Source data ->
━━━━━━━━━━━━━━━━

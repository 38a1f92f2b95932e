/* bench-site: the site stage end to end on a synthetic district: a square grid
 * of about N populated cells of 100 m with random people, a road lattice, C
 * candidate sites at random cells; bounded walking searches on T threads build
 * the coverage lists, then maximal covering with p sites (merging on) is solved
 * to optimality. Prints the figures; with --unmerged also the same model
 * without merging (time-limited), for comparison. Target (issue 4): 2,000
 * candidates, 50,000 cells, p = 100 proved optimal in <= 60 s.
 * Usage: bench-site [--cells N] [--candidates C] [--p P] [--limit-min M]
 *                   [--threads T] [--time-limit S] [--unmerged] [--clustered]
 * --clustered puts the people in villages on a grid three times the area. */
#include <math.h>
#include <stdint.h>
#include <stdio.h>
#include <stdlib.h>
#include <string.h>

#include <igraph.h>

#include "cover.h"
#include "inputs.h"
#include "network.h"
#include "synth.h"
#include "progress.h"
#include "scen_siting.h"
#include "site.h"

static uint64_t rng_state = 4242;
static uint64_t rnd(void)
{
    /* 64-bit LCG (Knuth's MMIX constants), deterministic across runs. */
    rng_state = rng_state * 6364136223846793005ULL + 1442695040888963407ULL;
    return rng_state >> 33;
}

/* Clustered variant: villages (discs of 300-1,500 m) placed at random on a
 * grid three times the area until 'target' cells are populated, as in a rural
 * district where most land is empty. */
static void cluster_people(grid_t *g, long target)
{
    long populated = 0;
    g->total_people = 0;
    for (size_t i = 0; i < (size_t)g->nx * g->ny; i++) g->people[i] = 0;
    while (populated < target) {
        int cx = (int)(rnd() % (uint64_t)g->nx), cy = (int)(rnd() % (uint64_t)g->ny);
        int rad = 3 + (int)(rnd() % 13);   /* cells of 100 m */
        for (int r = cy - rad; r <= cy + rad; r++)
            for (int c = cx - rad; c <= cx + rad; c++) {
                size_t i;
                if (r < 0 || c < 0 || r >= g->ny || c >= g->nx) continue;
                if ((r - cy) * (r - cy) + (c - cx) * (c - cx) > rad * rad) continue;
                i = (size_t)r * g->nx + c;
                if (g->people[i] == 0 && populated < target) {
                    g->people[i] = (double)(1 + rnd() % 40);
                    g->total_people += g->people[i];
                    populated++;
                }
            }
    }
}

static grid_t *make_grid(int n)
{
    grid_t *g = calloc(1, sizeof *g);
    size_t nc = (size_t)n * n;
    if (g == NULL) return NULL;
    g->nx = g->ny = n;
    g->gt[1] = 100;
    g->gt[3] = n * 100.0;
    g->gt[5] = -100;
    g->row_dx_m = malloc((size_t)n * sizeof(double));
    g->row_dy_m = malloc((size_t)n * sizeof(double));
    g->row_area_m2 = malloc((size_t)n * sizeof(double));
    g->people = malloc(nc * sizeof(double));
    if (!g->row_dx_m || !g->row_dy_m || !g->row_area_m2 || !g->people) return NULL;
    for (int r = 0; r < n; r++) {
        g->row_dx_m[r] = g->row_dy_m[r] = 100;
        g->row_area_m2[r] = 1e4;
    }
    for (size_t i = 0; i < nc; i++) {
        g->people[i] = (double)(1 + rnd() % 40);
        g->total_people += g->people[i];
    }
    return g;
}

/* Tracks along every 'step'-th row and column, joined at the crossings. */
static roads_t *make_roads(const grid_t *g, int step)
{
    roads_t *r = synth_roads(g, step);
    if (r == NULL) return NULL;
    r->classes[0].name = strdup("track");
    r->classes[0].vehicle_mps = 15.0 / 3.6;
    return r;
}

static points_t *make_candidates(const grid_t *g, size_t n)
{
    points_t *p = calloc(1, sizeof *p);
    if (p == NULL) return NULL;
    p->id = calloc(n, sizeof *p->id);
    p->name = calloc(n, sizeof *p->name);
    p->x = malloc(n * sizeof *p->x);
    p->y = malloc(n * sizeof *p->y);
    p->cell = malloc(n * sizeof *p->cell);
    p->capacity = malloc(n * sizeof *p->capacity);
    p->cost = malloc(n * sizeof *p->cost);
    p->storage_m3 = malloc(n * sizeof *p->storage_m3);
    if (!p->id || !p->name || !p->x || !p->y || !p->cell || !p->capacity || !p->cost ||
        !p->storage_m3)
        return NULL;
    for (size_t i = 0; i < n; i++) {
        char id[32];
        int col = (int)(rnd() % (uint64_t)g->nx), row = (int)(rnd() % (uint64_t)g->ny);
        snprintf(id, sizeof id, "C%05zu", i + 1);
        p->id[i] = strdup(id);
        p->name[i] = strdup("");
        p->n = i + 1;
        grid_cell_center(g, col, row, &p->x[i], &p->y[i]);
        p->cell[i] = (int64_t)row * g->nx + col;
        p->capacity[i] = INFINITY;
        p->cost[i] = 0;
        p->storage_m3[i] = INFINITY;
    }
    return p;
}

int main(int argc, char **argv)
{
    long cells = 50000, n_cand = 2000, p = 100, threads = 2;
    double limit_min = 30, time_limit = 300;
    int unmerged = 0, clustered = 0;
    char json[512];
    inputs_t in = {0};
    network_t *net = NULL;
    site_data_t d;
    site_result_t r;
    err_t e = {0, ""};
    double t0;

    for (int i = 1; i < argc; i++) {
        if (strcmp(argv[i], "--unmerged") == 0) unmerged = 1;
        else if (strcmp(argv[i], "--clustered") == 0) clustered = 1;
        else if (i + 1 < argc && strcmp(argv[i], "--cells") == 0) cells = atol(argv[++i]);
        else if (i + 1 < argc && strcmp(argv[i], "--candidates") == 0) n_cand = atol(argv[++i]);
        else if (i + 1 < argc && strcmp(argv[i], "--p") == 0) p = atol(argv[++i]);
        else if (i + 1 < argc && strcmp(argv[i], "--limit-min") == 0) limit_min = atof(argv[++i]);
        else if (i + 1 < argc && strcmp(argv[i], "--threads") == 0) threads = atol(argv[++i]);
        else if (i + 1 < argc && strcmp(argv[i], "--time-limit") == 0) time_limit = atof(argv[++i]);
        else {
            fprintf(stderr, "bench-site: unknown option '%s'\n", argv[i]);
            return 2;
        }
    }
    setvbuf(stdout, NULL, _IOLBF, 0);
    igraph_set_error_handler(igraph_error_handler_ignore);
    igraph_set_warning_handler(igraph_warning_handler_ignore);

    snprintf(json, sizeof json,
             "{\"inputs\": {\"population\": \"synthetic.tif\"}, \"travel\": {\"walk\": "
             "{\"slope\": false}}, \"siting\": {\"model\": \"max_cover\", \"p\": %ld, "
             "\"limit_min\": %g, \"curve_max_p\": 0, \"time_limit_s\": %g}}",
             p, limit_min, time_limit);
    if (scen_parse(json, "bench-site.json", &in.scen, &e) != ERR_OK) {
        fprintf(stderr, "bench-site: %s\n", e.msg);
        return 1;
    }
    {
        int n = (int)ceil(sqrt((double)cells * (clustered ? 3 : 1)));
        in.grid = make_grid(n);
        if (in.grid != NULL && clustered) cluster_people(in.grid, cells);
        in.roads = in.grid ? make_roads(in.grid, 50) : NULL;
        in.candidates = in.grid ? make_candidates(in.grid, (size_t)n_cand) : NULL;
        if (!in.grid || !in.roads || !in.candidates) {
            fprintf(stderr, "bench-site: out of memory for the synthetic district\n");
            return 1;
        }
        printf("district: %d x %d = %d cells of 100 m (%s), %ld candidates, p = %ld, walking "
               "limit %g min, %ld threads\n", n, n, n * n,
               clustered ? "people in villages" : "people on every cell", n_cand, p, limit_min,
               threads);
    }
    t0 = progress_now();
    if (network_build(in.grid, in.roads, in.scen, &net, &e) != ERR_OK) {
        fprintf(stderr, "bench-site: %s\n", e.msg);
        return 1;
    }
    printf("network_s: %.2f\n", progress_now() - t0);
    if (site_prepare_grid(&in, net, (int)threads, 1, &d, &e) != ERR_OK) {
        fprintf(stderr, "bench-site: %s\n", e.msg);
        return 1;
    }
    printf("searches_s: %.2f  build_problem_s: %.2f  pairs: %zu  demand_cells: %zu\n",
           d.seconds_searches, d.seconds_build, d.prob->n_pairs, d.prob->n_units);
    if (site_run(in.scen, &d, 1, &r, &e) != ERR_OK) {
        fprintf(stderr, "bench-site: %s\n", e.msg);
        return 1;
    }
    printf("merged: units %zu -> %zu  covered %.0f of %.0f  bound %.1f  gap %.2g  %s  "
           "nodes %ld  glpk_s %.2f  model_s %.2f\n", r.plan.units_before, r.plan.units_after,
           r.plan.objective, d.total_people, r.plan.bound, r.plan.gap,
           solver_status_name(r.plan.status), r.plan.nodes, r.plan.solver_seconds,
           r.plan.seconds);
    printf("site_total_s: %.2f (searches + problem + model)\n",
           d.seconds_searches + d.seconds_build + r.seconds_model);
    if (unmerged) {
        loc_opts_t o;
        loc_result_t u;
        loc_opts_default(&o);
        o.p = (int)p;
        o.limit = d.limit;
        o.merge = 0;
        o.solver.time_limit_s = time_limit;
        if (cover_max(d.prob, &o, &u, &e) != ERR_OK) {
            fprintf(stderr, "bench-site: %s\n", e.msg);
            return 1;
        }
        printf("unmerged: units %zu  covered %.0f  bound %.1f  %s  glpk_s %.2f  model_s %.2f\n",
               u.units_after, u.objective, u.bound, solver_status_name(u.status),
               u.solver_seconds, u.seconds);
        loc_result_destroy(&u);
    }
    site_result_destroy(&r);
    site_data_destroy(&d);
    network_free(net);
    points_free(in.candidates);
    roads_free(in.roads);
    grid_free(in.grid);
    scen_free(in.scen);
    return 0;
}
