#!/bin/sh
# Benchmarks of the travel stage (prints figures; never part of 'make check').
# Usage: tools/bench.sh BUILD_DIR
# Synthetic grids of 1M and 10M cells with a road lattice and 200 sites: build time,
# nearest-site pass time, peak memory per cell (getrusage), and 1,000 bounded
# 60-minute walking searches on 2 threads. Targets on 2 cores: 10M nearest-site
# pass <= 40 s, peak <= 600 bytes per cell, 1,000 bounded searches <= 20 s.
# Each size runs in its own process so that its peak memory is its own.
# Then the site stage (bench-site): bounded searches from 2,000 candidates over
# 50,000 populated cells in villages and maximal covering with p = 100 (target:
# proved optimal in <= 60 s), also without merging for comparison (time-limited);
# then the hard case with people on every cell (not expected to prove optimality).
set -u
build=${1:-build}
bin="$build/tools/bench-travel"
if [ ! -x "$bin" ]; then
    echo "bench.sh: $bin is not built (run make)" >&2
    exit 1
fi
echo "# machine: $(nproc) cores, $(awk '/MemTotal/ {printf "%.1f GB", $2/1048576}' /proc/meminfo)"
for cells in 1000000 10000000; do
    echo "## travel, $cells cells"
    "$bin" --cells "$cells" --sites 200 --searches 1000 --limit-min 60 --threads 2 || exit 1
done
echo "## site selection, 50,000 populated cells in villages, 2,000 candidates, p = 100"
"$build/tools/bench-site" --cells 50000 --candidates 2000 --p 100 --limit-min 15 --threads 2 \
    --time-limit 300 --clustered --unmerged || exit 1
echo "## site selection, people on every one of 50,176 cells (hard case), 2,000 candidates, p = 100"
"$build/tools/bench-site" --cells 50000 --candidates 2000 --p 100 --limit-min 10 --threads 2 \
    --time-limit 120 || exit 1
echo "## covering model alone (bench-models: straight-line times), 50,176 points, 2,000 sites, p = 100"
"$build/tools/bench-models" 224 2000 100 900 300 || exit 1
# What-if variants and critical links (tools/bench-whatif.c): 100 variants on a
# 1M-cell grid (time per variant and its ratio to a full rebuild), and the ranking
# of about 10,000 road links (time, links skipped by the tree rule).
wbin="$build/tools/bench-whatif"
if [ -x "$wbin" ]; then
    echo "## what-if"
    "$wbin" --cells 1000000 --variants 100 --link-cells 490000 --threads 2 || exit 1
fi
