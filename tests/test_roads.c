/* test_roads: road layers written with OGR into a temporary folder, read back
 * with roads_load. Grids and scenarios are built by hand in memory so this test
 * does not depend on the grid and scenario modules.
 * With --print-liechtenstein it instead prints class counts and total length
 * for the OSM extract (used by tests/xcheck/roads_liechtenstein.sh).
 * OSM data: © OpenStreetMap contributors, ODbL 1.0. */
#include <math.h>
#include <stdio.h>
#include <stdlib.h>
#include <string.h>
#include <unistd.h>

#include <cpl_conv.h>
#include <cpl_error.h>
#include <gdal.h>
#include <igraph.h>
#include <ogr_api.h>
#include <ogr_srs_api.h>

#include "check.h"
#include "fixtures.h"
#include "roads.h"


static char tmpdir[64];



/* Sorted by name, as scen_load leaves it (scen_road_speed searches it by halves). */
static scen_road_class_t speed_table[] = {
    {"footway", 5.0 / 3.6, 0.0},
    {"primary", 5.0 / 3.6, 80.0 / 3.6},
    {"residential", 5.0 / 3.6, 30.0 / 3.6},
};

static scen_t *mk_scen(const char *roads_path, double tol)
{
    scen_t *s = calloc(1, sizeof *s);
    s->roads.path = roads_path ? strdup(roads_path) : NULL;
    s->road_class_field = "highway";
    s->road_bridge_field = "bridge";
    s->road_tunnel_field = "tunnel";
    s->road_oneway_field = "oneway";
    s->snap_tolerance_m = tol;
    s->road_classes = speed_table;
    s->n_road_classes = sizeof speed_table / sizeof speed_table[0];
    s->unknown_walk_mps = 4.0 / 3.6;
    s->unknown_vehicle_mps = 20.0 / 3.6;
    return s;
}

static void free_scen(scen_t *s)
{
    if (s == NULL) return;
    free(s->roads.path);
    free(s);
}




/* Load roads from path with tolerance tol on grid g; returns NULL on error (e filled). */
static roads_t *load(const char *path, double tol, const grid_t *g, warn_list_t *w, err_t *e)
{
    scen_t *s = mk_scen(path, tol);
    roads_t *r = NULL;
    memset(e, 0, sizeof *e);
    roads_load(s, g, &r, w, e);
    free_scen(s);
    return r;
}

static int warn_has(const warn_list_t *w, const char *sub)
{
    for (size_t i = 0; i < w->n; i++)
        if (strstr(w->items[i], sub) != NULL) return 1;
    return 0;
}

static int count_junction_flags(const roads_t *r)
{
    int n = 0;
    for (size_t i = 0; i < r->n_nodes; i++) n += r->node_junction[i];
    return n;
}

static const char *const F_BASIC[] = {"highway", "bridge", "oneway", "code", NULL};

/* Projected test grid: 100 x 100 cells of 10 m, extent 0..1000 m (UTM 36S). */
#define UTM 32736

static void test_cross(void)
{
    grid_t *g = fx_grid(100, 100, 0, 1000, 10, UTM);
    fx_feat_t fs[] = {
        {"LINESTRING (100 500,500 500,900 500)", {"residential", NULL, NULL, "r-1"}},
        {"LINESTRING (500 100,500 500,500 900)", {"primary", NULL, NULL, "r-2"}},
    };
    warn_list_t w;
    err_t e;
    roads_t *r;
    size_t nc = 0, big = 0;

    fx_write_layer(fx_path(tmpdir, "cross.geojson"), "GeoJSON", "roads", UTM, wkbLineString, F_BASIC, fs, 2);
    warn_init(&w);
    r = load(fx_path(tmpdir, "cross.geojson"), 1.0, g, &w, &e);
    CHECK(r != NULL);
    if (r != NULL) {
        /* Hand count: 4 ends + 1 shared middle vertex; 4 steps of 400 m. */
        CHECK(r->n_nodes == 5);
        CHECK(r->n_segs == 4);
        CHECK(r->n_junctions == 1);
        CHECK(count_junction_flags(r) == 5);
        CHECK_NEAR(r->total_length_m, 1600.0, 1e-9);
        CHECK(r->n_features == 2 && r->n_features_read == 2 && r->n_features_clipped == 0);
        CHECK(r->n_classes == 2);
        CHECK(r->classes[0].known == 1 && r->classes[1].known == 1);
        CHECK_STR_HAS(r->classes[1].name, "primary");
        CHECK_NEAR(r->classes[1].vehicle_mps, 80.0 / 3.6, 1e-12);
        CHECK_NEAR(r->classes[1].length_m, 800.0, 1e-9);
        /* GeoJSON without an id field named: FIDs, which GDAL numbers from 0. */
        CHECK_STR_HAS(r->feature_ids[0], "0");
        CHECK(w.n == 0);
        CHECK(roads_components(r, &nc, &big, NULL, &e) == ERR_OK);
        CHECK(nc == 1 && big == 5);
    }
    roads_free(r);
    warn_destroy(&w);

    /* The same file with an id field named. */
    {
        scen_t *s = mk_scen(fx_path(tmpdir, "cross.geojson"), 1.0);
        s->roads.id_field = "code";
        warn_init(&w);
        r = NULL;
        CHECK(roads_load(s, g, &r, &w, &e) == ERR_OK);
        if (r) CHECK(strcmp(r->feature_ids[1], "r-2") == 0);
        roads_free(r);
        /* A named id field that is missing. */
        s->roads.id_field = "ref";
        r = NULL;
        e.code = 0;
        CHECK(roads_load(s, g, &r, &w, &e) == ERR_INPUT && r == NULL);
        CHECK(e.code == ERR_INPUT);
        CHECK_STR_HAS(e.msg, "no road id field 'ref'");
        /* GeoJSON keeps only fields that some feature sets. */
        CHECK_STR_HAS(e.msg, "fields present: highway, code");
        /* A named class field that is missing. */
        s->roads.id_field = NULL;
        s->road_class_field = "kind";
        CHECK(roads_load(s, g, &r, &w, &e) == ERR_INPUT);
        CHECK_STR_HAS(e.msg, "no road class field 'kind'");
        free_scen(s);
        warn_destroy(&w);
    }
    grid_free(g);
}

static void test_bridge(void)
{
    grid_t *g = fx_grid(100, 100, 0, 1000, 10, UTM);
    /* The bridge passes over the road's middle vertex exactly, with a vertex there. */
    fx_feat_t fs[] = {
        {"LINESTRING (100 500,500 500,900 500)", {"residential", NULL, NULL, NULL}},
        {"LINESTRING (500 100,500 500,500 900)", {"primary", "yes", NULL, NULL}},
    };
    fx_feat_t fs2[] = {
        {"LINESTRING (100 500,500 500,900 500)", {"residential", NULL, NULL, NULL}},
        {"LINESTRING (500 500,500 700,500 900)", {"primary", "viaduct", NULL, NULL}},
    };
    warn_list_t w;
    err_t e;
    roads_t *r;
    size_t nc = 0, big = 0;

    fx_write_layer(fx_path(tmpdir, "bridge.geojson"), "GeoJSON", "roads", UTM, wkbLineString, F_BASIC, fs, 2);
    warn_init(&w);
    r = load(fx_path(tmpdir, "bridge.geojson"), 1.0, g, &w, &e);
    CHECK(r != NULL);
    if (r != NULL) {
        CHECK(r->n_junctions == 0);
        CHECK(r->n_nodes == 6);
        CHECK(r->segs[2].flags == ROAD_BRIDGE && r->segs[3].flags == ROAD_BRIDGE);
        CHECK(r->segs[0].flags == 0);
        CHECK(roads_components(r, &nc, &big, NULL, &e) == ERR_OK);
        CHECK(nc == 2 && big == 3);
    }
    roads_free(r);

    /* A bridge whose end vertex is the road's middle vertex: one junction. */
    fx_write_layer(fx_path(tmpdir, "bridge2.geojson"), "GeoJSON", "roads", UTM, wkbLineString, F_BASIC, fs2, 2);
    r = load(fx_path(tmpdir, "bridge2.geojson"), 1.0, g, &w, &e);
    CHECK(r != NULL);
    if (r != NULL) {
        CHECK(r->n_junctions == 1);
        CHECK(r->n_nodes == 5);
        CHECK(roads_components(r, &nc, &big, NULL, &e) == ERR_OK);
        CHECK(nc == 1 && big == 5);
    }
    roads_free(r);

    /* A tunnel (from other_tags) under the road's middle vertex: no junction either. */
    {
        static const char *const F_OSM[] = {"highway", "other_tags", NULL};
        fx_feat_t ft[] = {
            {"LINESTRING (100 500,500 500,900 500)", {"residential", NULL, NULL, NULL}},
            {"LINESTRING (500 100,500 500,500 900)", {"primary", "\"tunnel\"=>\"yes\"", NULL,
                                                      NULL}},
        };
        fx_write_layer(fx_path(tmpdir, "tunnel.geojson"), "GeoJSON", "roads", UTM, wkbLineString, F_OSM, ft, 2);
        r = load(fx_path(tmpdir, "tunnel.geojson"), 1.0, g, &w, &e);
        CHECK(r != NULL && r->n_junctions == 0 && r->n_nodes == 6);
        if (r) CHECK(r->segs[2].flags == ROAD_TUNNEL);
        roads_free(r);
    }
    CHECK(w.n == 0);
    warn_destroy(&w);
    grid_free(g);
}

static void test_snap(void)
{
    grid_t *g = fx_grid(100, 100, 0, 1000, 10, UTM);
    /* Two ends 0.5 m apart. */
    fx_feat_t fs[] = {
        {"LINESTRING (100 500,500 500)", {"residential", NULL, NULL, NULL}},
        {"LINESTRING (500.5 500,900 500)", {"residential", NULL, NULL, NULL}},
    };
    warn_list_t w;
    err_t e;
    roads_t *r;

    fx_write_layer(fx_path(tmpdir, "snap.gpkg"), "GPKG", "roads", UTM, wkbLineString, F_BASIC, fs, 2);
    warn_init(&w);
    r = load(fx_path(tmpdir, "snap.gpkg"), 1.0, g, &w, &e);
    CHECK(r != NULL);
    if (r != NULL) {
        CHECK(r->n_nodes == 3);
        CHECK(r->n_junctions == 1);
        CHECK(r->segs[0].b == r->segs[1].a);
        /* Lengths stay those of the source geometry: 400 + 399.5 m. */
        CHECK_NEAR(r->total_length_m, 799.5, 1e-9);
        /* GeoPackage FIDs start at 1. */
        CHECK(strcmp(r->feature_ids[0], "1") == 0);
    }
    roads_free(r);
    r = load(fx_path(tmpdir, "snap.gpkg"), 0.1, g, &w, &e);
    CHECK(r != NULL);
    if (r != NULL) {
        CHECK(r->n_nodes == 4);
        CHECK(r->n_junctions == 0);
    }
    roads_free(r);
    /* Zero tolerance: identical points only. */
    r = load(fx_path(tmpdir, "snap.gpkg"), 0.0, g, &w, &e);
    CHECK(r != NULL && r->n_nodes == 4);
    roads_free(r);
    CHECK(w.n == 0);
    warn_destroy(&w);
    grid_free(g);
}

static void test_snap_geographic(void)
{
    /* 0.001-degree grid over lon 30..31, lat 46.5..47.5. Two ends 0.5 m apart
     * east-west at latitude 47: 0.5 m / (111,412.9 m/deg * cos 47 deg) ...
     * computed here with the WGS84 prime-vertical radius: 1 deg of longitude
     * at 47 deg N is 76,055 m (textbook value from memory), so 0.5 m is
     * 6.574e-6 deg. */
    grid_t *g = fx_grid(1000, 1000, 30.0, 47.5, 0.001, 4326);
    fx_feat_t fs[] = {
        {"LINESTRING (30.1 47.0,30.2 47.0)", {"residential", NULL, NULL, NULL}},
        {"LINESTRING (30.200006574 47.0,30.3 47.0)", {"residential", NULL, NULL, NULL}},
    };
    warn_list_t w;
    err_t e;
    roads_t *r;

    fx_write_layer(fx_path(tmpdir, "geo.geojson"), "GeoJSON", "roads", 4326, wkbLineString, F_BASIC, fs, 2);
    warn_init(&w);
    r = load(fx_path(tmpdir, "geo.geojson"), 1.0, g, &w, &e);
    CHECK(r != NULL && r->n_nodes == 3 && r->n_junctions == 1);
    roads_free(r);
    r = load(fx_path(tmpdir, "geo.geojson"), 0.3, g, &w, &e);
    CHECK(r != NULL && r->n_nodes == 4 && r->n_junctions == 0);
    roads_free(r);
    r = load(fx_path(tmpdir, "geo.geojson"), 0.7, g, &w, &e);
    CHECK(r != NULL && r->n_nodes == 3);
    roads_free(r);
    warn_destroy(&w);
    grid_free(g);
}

━━━━━━━━━━━━━━━━

Required action -> Beginning at the line above that contains "15 --threads 2 \", return each line exactly through the line that contains "covering model alone", and no others.

Output of the task ->
"$build/tools/bench-site" --cells 50000 --candidates 2000 --p 100 --limit-min 15 --threads 2 \
    --time-limit 300 --clustered --unmerged || exit 1
echo "## site selection, people on every one of 50,176 cells (hard case), 2,000 candidates, p = 100"
"$build/tools/bench-site" --cells 50000 --candidates 2000 --p 100 --limit-min 10 --threads 2 \
    --time-limit 120 || exit 1
echo "## covering model alone (bench-models: straight-line times), 50,176 points, 2,000 sites, p = 100"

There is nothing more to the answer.